Since the most recent reopening on 30 April, no exports have been permitted to cross.
The Agreement on Movement and Access (AMA) that was reached on 15 November 2005 between the PA and the Government of Israel called for 150 truckloads of exported goods to be processed daily through Karni Crossing by 31 December 2005, rising to 400 daily by the end of 2006.
The small number of daily trucks leaving the Gaza Strip has resulted in large revenue losses since January 2006.
The Palestine Economic Development Company (PEDC) was established prior to the Israeli disengagement from the Gaza Strip and in August 2005 began to utilise the former greenhouses in the evacuated settlements. These were seen as offering economic potential for the continued cultivation of specific agricultural produce – cherry tomatoes, peppers, cucumbers and strawberries – destined for Israeli and European markets.
Between 1 January and 20 April, more than 8,400 metric tonnes (MT) of produce had been harvested in the greenhouses. Of this, only 1,500 MT has been exported. The remainder has been distributed to PEDC’s 4,100 employees, donated to local hospitals and societies or else been destroyed. “Dumping” produce on the local market has not been an option for fears of further deflating prices for other producers. Total losses incurred by the PEDC now exceed US$ 8.5 million.
The AMA made specific reference to agricultural exports: “…On an urgent basis, Israel will permit the export of all agricultural products from Gaza during this 2005 harvest season…and will facilitate its speedy exit and onward movement so that quality and freshness can be maintained.
Israel will ensure the continued opportunity to export”
Further, article 3.13 of the Agreement noted that “…some 75 trucks per day of agricultural exports need to be processed, without delays, during the 2005/6 Gaza agricultural season”.

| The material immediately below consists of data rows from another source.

@dataclass(frozen=True)
class SqliteReader:
    """Reads a store file's outcomes and asks for site learning (picklable: a path)."""

    path: str

    def __call__(self) -> tuple[list[StoredEvent], list[AskEvent]]:
        conn = sqlite3.connect(f"file:{self.path}?mode=ro", uri=True, timeout=10.0)
        try:
            conn.execute("BEGIN")      # one snapshot of both tables
            not_opted = "person_key NOT IN (SELECT person_key FROM opt_out)"
            outcomes = [row_to_event(r) for r in conn.execute(
                f"SELECT {EVENT_COLUMNS} FROM events WHERE {not_opted}")]
            asks = [row_to_ask(r) for r in conn.execute(
                f"SELECT {ASK_COLUMNS} FROM asks WHERE {not_opted}")]
            conn.execute("COMMIT")
            return outcomes, asks
        finally:
            conn.close()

The Future of PEDC is now being questioned
With the 2005-06 season now drawing to a close, the PEDC is currently examining its options for next year given that the situation many not get any better next year. Movement of exports via Rafah (and onwards via Port Said) may be considered if an agreement can be reached with the Egyptian authorities.

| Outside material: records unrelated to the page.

# Copyright 2026 The helpaware_node authors
#
# Licensed under the Apache License, Version 2.0 (the "License");
# you may not use this file except in compliance with the License.
# You may obtain a copy of the License at
#
#     http://www.apache.org/licenses/LICENSE-2.0
#
# Unless required by applicable law or agreed to in writing, software
# distributed under the License is distributed on an "AS IS" BASIS,
# WITHOUT WARRANTIES OR CONDITIONS OF ANY KIND, either express or implied.
# See the License for the specific language governing permissions and
# limitations under the License.

"""colcon builds the package as a ROS 2 user would; the install runs on its own.

Both variants (plain and --symlink-install) build without a single warning; the install holds
the data and executables; the installed code finds its executable, parameter files and
scenarios in the install (not the venv, not the source tree); the installed node answers a help
need; `helpaware simulate` runs from the install with no source tree around.
"""
import json
import os
import re
import signal
import subprocess
import sys

from installs import PACKAGE, ROOT
import pytest
import yaml

HERE = os.path.dirname(__file__)
DRIVER = os.path.join(HERE, "..", "cross_process_driver.py")
VARIANTS = ["plain", "symlink"]


def installed(colcon_builds, variant):
    build = colcon_builds[variant]
    assert build.install is not None, (build.returncode, build.stderr[-3000:])
    return build.install


@pytest.mark.parametrize("variant", VARIANTS)
def test_builds_without_a_warning(colcon_builds, variant):
    build = colcon_builds[variant]
    assert build.returncode == 0, build.stdout[-3000:] + build.stderr[-3000:]
    # colcon passes each package's stderr through (console_direct): any line there is a warning
    assert build.stderr.strip() == "", build.stderr[-3000:]
    warnings = [x for x in build.stdout.splitlines() if re.search(r"warn", x, re.IGNORECASE)]
    assert warnings == [], warnings[:10]
    assert f"Finished <<< {PACKAGE}" in build.stdout


def source_files(directory):
    """Every file below `directory`, as paths relative to it (hidden ones left out)."""
    return sorted(os.path.relpath(os.path.join(d, n), directory)
                  for d, _, names in os.walk(directory) for n in names if not n.startswith("."))


def test_install_holds_data_and_executables(colcon_builds):
    inst = installed(colcon_builds, "plain")
    index = os.path.join(inst.prefix, "share", "ament_index", "resource_index", "packages")
    assert os.path.isfile(os.path.join(index, PACKAGE))
    for kind, source in (("config", "config"), ("scenarios", "scenarios"),
                         ("schemas", os.path.join("docs", "schemas")), ("launch", "launch")):
        src_dir = os.path.join(ROOT, source)
        expected = source_files(src_dir)      # config/sros2/ holds the SROS2 template
        assert source_files(inst.share(kind)) == expected, kind
        for name in expected:   # the very bytes of the source files
            with open(os.path.join(src_dir, name), "rb") as a, \
                    open(inst.share(kind, name), "rb") as b:
                assert a.read() == b.read(), (kind, name)
    for exe in ("helpaware", "helpaware_decider", "example_perception",
                "example_behaviour_layer", "example_ask_delivery"):
        assert os.access(inst.executable(exe), os.X_OK), exe


PROBE = """
import json, os
import helpaware_node
from helpaware_node import package_data
from helpaware_node.ros import launch_config
print(json.dumps({"module": os.path.realpath(helpaware_node.__file__),
                  "command": launch_config.command(params="hospital_night.yaml"),
                  "scenarios": package_data.data_dir("scenarios"),
                  "schemas": package_data.data_dir("schemas"),
                  "example": launch_config.example("example_ask_delivery").command()[0]}))
"""


def where_installed_code_looks(inst, cwd):
    out = subprocess.run([sys.executable, "-c", PROBE], env=inst.env(), cwd=cwd,
                         capture_output=True, text=True, timeout=120)
    assert out.returncode == 0, out.stderr[-3000:]
    return json.loads(out.stdout.strip().splitlines()[-1])


@pytest.mark.parametrize("variant", VARIANTS)
def test_installed_code_finds_its_executable_and_data_in_the_install(colcon_builds, variant,
                                                                     tmp_path):
    inst = installed(colcon_builds, variant)
    found = where_installed_code_looks(inst, str(tmp_path))
    # the code imported is the workspace's, not the venv's editable source
    assert found["module"].startswith(inst.workspace + os.sep)
    assert found["command"][0] == inst.executable("helpaware_decider")
    assert found["example"] == inst.executable("example_ask_delivery")
    params = found["command"][found["command"].index("--params-file") + 1]
    assert params == inst.share("config", "hospital_night.yaml")
    assert found["scenarios"] == inst.share("scenarios")
    assert found["schemas"] == inst.share("schemas")


def test_installed_node_answers_a_help_need(colcon_builds, tmp_path):
    inst = installed(colcon_builds, "plain")
    env = inst.env()
    command = where_installed_code_looks(inst, str(tmp_path))["command"]
    node = subprocess.Popen(command, env=env, cwd=str(tmp_path), stdout=subprocess.PIPE,
                            stderr=subprocess.PIPE, text=True)
    try:
        drv = subprocess.run([sys.executable, DRIVER, "people", ""], env=env, cwd=str(tmp_path),
                             capture_output=True, text=True, timeout=240)
        # read once it has run (before exec, /proc shows the parent's start-up environment)
        with open(f"/proc/{node.pid}/environ", "rb") as fh:
            node_env = dict(x.split(b"=", 1) for x in fh.read().split(b"\0") if b"=" in x)
        assert node_env[b"ROS_AUTOMATIC_DISCOVERY_RANGE"] == b"LOCALHOST"
        assert node_env[b"ROS_DOMAIN_ID"].decode() == os.environ["ROS_DOMAIN_ID"]
        lines = [json.loads(x) for x in drv.stdout.splitlines() if x.startswith("{")]
        assert lines and lines[-1].get("done"), drv.stderr[-3000:]
        decisions = [x for x in lines if "action" in x]
        assert decisions and decisions[0]["action"] == "ask", drv.stderr[-2000:]
        assert decisions[0]["person_id"] == "nurse-a"
        # it decided under the installed site file, read here with plain YAML
        with open(inst.share("config", "hospital_night.yaml")) as fh:
            site = next(iter(yaml.safe_load(fh).values()))["ros__parameters"]
        from helpaware_node import wire
        _model, config = wire.recorded_params(decisions[0])
        assert config.continue_costs_s["door"] == site["continue_cost_s.door"]
    finally:
        node.send_signal(signal.SIGINT)
        try:
            _out, err = node.communicate(timeout=30)
        except subprocess.TimeoutExpired:
            node.kill()
            _out, err = node.communicate()
    assert node.returncode == 0, err[-2000:]
    assert "Traceback" not in err


def test_simulate_runs_from_the_install_alone(colcon_builds, tmp_path):
    """`ros2 run helpaware_node helpaware simulate hospital_night` starts this executable."""
    inst = installed(colcon_builds, "plain")
    out_dir = tmp_path / "sim"
    proc = subprocess.run([inst.executable("helpaware"), "simulate", "hospital_night",
                           "--seeds", "1", "--policies", "ours", "never", "--no-plots",
                           "--quiet", "--out", str(out_dir)],
                          env=inst.env(), cwd=str(tmp_path), capture_output=True, text=True,
                          timeout=300)
    assert proc.returncode == 0, proc.stderr[-3000:]
    assert "scenario hospital_night:" in proc.stdout
    with open(out_dir / "results.json") as fh:
        assert json.load(fh)["scenario"] == "hospital_night"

The uncertainty is also experienced by the majority of Gazan producers reliant on the export market. It is likely to be compounded by a lack of local purchasing power with the non-payment of PA salaries.
Based on exported truckload movement before the closures were imposed this year, Palestine Trade Center (PalTrade) estimated total export losses ranging from $5-600,000 per day, or more than $30 million since the beginning of 2006.
Kerem Shalom on the Gaza-Israel-Egyptian border has been open for humanitarian assistance originating from Egypt since 22 March with the final truckloads of flour, sugar and rice received in Gaza on 26 April.
Due to continuing difficulties in getting wheat flour supplies in, and empty containers out of Karni, the World Food Programme (WFP) started importing wheat through Kerem Shalom on 1 May. In spite of the difficulties encountered at Karni, WFP was still able to deliver 3,334 MT of food commodities into the Gaza Strip during April.
Erez crossing has now been closed for the movement of workers and traders into Israel since the Jewish holiday of Purim on 12 March. There is no indication when it will reopen.
Rafah passenger terminal continues to operate under the supervision of the EU Border Assistance Mission (EUBAM) with hundreds of passengers crossing daily between Gaza and Sinai.
1 Palestinian DCO.
2 This does not include partial closure days, such as days with limited opening hours and/or days in which the crossing was only open in one direction.
3 The higher daily import figures include aggregate gravel for construction projects.